Starting at the line that contains "private static final MechanismProperties" and ending at the line that contains "double critical = 2", the lines below are to be given again exactly, with nothing added.

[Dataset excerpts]
********

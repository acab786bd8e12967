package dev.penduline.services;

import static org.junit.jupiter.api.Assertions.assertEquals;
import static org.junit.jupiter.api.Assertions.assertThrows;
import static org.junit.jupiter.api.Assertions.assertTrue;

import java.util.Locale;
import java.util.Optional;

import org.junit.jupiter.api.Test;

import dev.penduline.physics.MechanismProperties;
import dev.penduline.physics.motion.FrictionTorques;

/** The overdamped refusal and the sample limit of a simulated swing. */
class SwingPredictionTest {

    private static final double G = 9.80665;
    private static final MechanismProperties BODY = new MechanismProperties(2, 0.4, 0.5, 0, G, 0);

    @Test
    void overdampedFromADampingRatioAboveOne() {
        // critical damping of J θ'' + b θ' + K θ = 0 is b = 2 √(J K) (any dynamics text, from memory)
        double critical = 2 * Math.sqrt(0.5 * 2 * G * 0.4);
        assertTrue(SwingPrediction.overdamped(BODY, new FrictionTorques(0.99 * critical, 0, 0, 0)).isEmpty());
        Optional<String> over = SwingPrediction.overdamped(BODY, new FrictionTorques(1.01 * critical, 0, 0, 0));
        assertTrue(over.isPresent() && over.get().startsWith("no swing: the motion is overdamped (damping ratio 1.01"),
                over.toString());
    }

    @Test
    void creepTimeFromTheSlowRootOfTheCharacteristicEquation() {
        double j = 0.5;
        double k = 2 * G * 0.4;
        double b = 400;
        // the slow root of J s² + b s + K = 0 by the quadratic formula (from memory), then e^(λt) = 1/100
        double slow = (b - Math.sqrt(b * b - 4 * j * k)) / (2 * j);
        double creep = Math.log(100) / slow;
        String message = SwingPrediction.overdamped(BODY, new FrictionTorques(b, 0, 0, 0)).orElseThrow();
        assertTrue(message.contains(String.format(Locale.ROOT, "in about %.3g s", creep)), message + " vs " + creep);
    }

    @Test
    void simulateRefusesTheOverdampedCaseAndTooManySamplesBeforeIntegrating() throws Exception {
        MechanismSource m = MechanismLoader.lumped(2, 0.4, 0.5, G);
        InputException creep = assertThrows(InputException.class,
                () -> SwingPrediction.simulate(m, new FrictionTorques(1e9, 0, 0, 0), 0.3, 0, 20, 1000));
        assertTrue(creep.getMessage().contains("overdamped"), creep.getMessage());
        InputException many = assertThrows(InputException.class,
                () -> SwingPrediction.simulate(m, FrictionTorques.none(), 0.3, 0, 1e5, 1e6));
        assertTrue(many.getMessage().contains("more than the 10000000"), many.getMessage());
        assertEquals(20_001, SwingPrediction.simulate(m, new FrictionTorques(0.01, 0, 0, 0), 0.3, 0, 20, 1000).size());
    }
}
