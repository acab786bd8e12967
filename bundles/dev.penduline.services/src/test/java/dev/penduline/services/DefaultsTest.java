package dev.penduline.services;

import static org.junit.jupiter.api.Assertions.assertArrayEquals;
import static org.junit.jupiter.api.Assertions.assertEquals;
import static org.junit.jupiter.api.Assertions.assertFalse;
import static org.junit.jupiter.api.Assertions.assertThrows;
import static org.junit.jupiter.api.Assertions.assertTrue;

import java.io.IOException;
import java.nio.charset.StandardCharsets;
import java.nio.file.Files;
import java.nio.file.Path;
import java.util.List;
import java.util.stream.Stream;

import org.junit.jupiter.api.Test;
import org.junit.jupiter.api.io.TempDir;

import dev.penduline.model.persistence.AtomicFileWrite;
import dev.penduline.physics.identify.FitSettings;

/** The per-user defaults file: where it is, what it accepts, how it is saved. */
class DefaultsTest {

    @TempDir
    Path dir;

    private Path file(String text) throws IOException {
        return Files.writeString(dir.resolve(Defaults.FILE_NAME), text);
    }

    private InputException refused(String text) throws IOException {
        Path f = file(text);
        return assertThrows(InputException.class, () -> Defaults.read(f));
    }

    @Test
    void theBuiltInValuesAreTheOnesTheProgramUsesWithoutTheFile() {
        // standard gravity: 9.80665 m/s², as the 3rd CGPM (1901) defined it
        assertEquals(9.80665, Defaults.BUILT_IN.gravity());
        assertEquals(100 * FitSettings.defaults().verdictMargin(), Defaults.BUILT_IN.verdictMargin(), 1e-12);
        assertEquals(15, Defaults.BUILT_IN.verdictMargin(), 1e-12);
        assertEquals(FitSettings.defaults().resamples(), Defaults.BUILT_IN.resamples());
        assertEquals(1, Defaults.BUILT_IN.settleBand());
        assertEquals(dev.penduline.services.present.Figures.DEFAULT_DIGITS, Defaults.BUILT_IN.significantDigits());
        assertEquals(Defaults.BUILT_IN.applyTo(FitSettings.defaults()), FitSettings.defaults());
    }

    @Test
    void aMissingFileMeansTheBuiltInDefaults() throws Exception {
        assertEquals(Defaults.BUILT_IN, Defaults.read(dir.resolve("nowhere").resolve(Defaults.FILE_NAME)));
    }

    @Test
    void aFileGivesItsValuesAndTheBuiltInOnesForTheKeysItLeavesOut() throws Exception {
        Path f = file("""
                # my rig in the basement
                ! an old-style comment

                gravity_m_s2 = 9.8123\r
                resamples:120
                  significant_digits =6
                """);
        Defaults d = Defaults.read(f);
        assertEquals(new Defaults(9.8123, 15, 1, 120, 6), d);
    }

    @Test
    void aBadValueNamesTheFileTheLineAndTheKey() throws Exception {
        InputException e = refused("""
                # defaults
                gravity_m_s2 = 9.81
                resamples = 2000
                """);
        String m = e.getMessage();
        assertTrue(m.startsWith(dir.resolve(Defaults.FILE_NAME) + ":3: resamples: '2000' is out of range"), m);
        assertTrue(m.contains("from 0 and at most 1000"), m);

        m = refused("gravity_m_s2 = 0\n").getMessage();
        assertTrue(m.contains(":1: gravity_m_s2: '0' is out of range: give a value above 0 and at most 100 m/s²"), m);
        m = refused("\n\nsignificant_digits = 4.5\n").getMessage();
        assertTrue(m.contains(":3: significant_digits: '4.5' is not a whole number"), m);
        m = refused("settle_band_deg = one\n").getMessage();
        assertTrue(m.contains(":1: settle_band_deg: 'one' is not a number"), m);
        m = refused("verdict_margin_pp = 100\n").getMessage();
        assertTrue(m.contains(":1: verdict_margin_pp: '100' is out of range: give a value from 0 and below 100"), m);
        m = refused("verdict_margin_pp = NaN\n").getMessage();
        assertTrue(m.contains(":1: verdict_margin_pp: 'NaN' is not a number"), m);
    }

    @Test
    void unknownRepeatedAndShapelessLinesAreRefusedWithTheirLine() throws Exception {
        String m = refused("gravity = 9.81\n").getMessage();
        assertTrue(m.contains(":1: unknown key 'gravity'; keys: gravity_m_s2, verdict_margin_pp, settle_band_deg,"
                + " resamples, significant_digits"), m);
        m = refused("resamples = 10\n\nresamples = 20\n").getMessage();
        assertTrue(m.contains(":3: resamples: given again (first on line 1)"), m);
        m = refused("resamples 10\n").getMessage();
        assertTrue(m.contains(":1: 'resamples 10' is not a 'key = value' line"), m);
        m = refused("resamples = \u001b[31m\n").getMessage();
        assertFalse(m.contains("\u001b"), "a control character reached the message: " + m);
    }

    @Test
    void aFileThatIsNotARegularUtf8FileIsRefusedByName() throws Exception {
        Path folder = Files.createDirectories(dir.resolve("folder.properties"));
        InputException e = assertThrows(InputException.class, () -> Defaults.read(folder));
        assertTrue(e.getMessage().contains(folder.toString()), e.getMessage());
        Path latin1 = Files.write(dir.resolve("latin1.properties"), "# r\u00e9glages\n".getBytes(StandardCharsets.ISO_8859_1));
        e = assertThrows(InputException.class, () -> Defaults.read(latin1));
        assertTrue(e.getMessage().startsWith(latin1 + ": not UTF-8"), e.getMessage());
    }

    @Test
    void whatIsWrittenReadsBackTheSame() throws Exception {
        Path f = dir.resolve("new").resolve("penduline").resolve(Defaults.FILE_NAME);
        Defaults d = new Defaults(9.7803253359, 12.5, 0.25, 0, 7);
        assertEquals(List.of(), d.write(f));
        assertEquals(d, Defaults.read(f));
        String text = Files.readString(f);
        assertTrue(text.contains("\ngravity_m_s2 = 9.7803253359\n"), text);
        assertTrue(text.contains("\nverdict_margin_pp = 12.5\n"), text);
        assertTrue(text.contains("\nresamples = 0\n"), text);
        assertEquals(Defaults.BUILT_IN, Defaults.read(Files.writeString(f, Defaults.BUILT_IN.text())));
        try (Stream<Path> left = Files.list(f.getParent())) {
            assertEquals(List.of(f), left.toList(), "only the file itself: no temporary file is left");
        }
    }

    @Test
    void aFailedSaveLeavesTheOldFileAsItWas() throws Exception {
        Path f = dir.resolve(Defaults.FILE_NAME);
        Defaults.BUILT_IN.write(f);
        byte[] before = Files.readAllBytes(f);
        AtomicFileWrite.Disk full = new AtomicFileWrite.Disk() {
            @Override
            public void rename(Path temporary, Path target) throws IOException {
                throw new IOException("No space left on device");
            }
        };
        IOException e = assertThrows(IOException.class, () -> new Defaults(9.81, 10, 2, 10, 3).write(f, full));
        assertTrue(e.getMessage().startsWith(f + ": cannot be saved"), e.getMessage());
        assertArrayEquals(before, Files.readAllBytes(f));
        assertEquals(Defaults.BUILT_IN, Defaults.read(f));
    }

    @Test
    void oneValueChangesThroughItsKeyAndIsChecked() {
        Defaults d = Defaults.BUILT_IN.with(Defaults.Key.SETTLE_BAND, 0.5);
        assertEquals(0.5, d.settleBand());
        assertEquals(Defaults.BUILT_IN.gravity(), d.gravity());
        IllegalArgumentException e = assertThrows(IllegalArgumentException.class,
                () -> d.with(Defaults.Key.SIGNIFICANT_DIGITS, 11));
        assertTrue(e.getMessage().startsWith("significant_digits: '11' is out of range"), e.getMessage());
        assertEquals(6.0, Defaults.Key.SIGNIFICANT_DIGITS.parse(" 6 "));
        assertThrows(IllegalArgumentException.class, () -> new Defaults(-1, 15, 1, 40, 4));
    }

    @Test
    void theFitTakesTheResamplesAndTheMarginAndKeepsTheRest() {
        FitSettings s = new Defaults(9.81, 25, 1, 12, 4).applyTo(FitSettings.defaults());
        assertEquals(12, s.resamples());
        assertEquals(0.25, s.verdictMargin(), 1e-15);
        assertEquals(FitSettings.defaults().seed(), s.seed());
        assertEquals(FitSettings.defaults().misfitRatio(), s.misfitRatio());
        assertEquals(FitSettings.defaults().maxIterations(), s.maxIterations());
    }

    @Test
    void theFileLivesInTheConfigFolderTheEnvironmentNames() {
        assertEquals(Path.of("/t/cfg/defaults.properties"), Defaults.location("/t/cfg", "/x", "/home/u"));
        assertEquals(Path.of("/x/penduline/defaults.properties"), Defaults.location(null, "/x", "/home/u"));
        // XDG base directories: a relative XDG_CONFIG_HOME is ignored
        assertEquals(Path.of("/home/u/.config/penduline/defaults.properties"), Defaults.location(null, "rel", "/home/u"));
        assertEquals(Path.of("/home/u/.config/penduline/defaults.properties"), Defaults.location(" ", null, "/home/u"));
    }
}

********

| Your solution |
    private static final MechanismProperties BODY = new MechanismProperties(2, 0.4, 0.5, 0, G, 0);

    @Test
    void overdampedFromADampingRatioAboveOne() {
        // critical damping of J θ'' + b θ' + K θ = 0 is b = 2 √(J K) (any dynamics text, from memory)
        double critical = 2 * Math.sqrt(0.5 * 2 * G * 0.4);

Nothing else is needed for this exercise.